In the formulation of Smith normal form above, $\partial_1 = A$, $U = W^T$, and $V=T^T$. From here we can compute the $H_0(S)$. Since $\mathbb{Z}/1 = 0$, $rank(\partial_0) = 0$, and $rank(\partial_1) = rank(D) = 5$, we have that

\[H_0(S) = \mathbb{Z}^{7-5-0} = \mathbb{Z}^2.\]

This lines up with our earlier computation of $H_0(S)$.

Example

This last example is of the Klein Bottle. It won’t be much as an example as an exercise. It is one whose $1^{st}$ homology group has torsion; i.e. it is not just copies of the integers. Below is a depiction of a simplicial complex structure for the Klein bottle. Let’s call this $K$. Here all the triangles are filled-in $2$-cells.

The above image is taken from the pdf of this project.
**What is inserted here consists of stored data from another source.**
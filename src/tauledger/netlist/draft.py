"""The flat circuit while it grows: nodes by number, passives in rows, and which changes have found their place."""

from __future__ import annotations

import math
from collections.abc import Iterator, Sequence
from itertools import chain, groupby

from msgspec import Struct, field

from tauledger.circuit import (
    GROUND,
    Change,
    Circuit,
    Drive,
    Element,
    Instance,
    Model,
    Passives,
    Port,
    ReadingNote,
    fold,
)
from tauledger.errors import Diagnostic, InputError
from tauledger.netlist.diagnostics import nearest, visible
from tauledger.netlist.scopes import Scope

MOST_ELEMENTS = 250_000
MOST_INSTANCES = 20_000
MOST_NESTED_INSTANCES = 60


class Row(Struct, frozen=True):
    """One plain R, C or L."""

    kind: str
    name: str
    a: int
    b: int
    value: float
    card: int
    path: int


class Block(Struct, frozen=True):
    """Plain R, C and L of one instance as columns; values with all m worked in."""

    kind: str
    names: list[str]
    a: list[int]
    b: list[int]
    values: list[float]
    cards: Sequence[int]
    path: int


class Draft(Struct):
    """What elaboration has gathered so far.

    numbers: node number by folded flat name. taken: by flat element name the number of its card. changed: values of a
    Change by folded name that have not been used yet; used ones are taken out. refusals: what can be read but not
    reviewed. nodesets: volt by node number. scale: `.options scale`. scopes: of all instances but the netlist itself.
    contexts: per instance the lines that say where it stands. pins: node number, path and card of every node on an X
    card. full: a limit on the size of the circuit has been reached, nothing more is read. divided: by folded flat
    name the m of each inductor that has one.
    """

    nodes: list[str] = field(default_factory=lambda: [GROUND])
    numbers: dict[str, int] = field(default_factory=lambda: {GROUND: 0, "gnd": 0})
    rows: list[Row | Block] = field(default_factory=list)
    elements: list[Element] = field(default_factory=list)
    models: dict[str, Model] = field(default_factory=dict)
    instances: list[Instance] = field(default_factory=lambda: [Instance("", "", -1, -1, -1)])
    taken: dict[str, int] = field(default_factory=dict)
    changed_elements: dict[str, tuple[str, float]] = field(default_factory=dict)
    changed_models: dict[tuple[str, str], tuple[str, str, float]] = field(default_factory=dict)
    changed_given: dict[tuple[str, str], tuple[str, str, float]] = field(default_factory=dict)
    fixed: set[str] = field(default_factory=set)
    refusals: list[Diagnostic] = field(default_factory=list)
    nodesets: dict[int, float] = field(default_factory=dict)
    scale: float = 1.0
    scopes: list[Scope] = field(default_factory=list)
    contexts: list[tuple[str, ...]] = field(default_factory=lambda: [()])
    pins: list[tuple[int, int, int]] = field(default_factory=list)
    full: bool = False
    divided: dict[str, float] = field(default_factory=dict)


def check_finite(name: str, value: float) -> None:
    """Raise InputError for a value of a Change that is no number."""
    if not math.isfinite(value):
        raise InputError(f"{visible(name)}: {value} is not a finite number")


def draft_for(change: Change) -> Draft:
    """Begin a circuit that a Change will alter; raises InputError for a value that is not finite."""
    draft = Draft()
    for name, value in (*change.elements, *((p, value) for _, p, value in (*change.models, *change.given))):
        check_finite(name, value)
    draft.changed_elements = {fold(name): (name, value) for name, value in change.elements}
    draft.changed_given = {(fold(of), fold(p)): (of, p, value) for of, p, value in change.given}
    draft.changed_models = {(fold(m), fold(p)): (m, p, value) for m, p, value in change.models}
    return draft


def node_number(draft: Draft, flat: str) -> int:
    """Give the number of a node by its flat name; the first spelling is kept."""
    key = fold(flat)
    number = draft.numbers.get(key)
    if number is None:
        number = len(draft.nodes)
        draft.numbers[key] = number
        draft.nodes.append(flat)
    return number


def check_all_used(draft: Draft) -> None:
    """Raise InputError for a change that found no element or model of its name."""
    for name, _value in draft.changed_elements.values():
        if fold(name) in draft.fixed:
            raise InputError(f"{visible(name)} has no single value that could be set", "set a parameter of its model")
        known = [*passives(draft).name] + [e.name for e in draft.elements if e.letter in "VIEFGH"]
        raise InputError(
            f"no element is called {visible(name)!r}", nearest(name, known, otherwise=f"there are {_listed(known)}")
        )
    for name, parameter, _value in draft.changed_given.values():
        known = [*(instance.name for instance in draft.instances[1:]), *(element.name for element in draft.elements)]
        if fold(name) not in draft.taken:
            otherwise = f"there are {_listed(known)}"
            raise InputError(f"nothing is called {visible(name)!r}", nearest(name, known, otherwise=otherwise))
        raise InputError(f"{visible(name)} has no parameter {visible(parameter)!r} that could be set")
    for name, parameter, _value in draft.changed_models.values():
        known = [model.name for model in draft.models.values()]
        if fold(name) not in {fold(model) for model in known}:
            raise InputError(
                f"no model in use is called {visible(name)!r}",
                nearest(name, known, otherwise=f"there are {_listed(known)}"),
            )
        raise InputError(f"model {visible(name)} has no parameter {visible(parameter)!r}")


def _listed(names: list[str]) -> str:
    return (", ".join(names[:12]) + (", .." if len(names) > 12 else "")) or "none"


def passives(draft: Draft) -> Passives:
    """Turn rows and blocks into columns."""
    import numpy as np

    blocks = _blocks(draft.rows)
    return Passives(
        kind="".join(block.kind for block in blocks),
        name=tuple(chain.from_iterable(block.names for block in blocks)),
        a=np.fromiter(chain.from_iterable(block.a for block in blocks), dtype=np.int32),
        b=np.fromiter(chain.from_iterable(block.b for block in blocks), dtype=np.int32),
        value=np.fromiter(chain.from_iterable(block.values for block in blocks), dtype=np.float64),
        card=np.fromiter(chain.from_iterable(block.cards for block in blocks), dtype=np.int32),
        path=np.repeat([block.path for block in blocks], [len(block.kind) for block in blocks]).astype(np.int32),
    )


def _blocks(rows: list[Row | Block]) -> list[Block]:
    """Put single rows in a row into blocks; a block has one path."""
    blocks: list[Block] = []
    for path, group in groupby(rows, key=lambda row: (isinstance(row, Block), row.path)):
        if path[0]:
            blocks += [block for block in group if isinstance(block, Block)]
            continue
        single = [row for row in group if isinstance(row, Row)]
        blocks.append(
            Block(
                kind="".join(row.kind for row in single),
                names=[row.name for row in single],
                a=[row.a for row in single],
                b=[row.b for row in single],
                values=[row.value for row in single],
                cards=[row.card for row in single],
                path=path[1],
            )
        )
    return blocks


def inductors(draft: Draft) -> Iterator[tuple[str, int, int]]:
    """Run through the plain inductors: name and node numbers."""
    for row in draft.rows:
        if isinstance(row, Row):
            if row.kind == "L":
                yield row.name, row.a, row.b
            continue
        at = row.kind.find("L")
        while at >= 0:
            yield row.names[at], row.a[at], row.b[at]
            at = row.kind.find("L", at + 1)


def finished(
    draft: Draft,
    *,
    title: str,
    elements: tuple[Element, ...],
    drive: tuple[Drive, ...],
    output: Port,
    temperature_c: float,
    tnom_c: float,
    options: tuple[tuple[str, float], ...],
    notes: tuple[ReadingNote, ...],
    nodesets: tuple[tuple[int, float], ...] = (),
) -> Circuit:
    """Freeze the draft; models that were read but are not used stay behind."""
    used = {element.model for element in elements}
    return Circuit(
        title=title,
        nodes=tuple(draft.nodes),
        passives=passives(draft),
        elements=elements,
        models=tuple(model for model in draft.models.values() if model.name in used),
        drive=drive,
        output=output,
        temperature_c=temperature_c,
        tnom_c=tnom_c,
        options=options,
        instances=tuple(draft.instances),
        notes=notes,
        nodesets=nodesets,
    )
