"""Binned models: name.1, name.2, .. of which a transistor takes the one whose range of length and width it lies in."""

from __future__ import annotations

import math
import re
from collections.abc import Iterable, Mapping

from tauledger.circuit import Model

_NUMBERED = re.compile(r"(.+)\.\d+")
# Sizes that are equal but for rounding lie in the range.
ROUNDING = 1e-12


def bins_of(names: Iterable[str]) -> dict[str, list[str]]:
    """Give the names under which bins can be called, each with the names of its bins in the order given."""
    found: dict[str, list[str]] = {}
    for name in names:
        match = _NUMBERED.fullmatch(name)
        if match is not None:
            found.setdefault(match.group(1), []).append(name)
    return found


def fits(model: Model, parameters: Mapping[str, float]) -> bool:
    """Say whether a transistor of this l and (whole) w lies in the range of a bin, both ends included."""
    if (
        not {"lmin", "lmax", "wmin", "wmax"} <= {name for name, _ in model.parameters}
        or not {"l", "w"} <= parameters.keys()
    ):
        return False
    length, width = parameters["l"], parameters["w"]
    return all(
        low * (1.0 - ROUNDING) <= size <= high * (1.0 + ROUNDING)
        for size, low, high in (
            (length, model.parameter("lmin", 0.0), model.parameter("lmax", math.inf)),
            (width, model.parameter("wmin", 0.0), model.parameter("wmax", math.inf)),
        )
    )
The upshot will be that the first homology group of the Klein bottle will be

\[H_1(K) = \mathbb{Z}/2\oplus \mathbb{Z}.\]

Below is python code taken from here to compute the Smith normal form of a matrix

from sympy import *

def leftmult2(m, i0, i1, a, b, c, d):
    for j in range(m.cols):
        x, y = m[i0, j], m[i1, j]
        m[i0, j] = a * x + b * y
        m[i1, j] = c * x + d * y

def rightmult2(m, j0, j1, a, b, c, d):
    for i in range(m.rows):
        x, y = m[i, j0], m[i, j1]
        m[i, j0] = a * x + c * y
        m[i, j1] = b * x + d * y

def smith(m, domain=ZZ):
    m = Matrix(m)
    s = eye(m.rows)
    t = eye(m.cols)
    last_j = -1
    for i in range(m.rows):
        for j in range(last_j+1, m.cols):
            if not m.col(j).is_zero:
                break
        else:
            break
        if m[i,j] == 0:
            for ii in range(m.rows):
                if m[ii,j] != 0:
                    break
            leftmult2(m, i, ii, 0, 1, 1, 0)
            rightmult2(s, i, ii, 0, 1, 1, 0)
        rightmult2(m, j, i, 0, 1, 1, 0)
        leftmult2(t, j, i, 0, 1, 1, 0)
        j = i
        upd = True
        while upd:
            upd = False
            for ii in range(i+1, m.rows):
                if m[ii, j] == 0:
                    continue
                upd = True
                if domain.rem(m[ii, j], m[i, j]) != 0:
                    coef1, coef2, g = domain.gcdex(m[i,j], m[ii, j])
                    coef3 = domain.quo(m[ii, j], g)
                    coef4 = domain.quo(m[i, j], g)
                    leftmult2(m, i, ii, coef1, coef2, -coef3, coef4)
                    rightmult2(s, i, ii, coef4, -coef2, coef3, coef1)
                coef5 = domain.quo(m[ii, j], m[i, j])
                leftmult2(m, i, ii, 1, 0, -coef5, 1)
                rightmult2(s, i, ii, 1, 0, coef5, 1)
            for jj in range(j+1, m.cols):
                if m[i, jj] == 0:
                    continue
                upd = True
                if domain.rem(m[i, jj], m[i, j]) != 0:
                    coef1, coef2, g = domain.gcdex(m[i,j], m[i, jj])
                    coef3 = domain.quo(m[i, jj], g)
                    coef4 = domain.quo(m[i, j], g)
                    rightmult2(m, j, jj, coef1, -coef3, coef2, coef4)
                    leftmult2(t, j, jj, coef4, coef3, -coef2, coef1)
                coef5 = domain.quo(m[i, jj], m[i, j])
                rightmult2(m, j, jj, 1, -coef5, 0, 1)
                leftmult2(t, j, jj, 1, coef5, 0, 1)
        last_j = j
    for i1 in range(min(m.rows, m.cols)):
        for i0 in reversed(range(i1)):
            coef1, coef2, g = domain.gcdex(m[i0, i0], m[i1,i1])
            if g == 0:
                continue
            coef3 = domain.quo(m[i1, i1], g)
            coef4 = domain.quo(m[i0, i0], g)
            leftmult2(m, i0, i1, 1, coef2, coef3, coef2*coef3-1)
            rightmult2(s, i0, i1, 1-coef2*coef3, coef2, coef3, -1)
            rightmult2(m, i0, i1, coef1, 1-coef1*coef4, 1, -coef4)
            leftmult2(t, i0, i1, coef4, 1-coef1*coef4, 1, -coef1)
    return (s, m, t)

m = Matrix([
    [-1, -1, -1, 0, 0, 0, 0, 0, 0],
    [1, 0, 0, -1, -1, 0, 0, 0, 0],
    [0, 1, 0, 1, 0, -1, -1, 0, 0],
    [0, 0, 1, 0, 1, 1, 0, -1, 0],
    [0, 0, 0, 0, 0, 0, 1, 1, 0],
    [0, 0, 0, 0, 0, 0, 0, 0, -1],
    [0, 0, 0, 0, 0, 0, 0, 0, 1]
    ])

smith(m)

Conclusion

We have seen the construction of homology groups, learned a bit about their interpretation and utility for studying topological spaces. We have also seen examples and methods for algorithmic computation of the homology groups given a simplicial complex structure, as well as some sample code you can use to get your feet wet with computing homology yourself!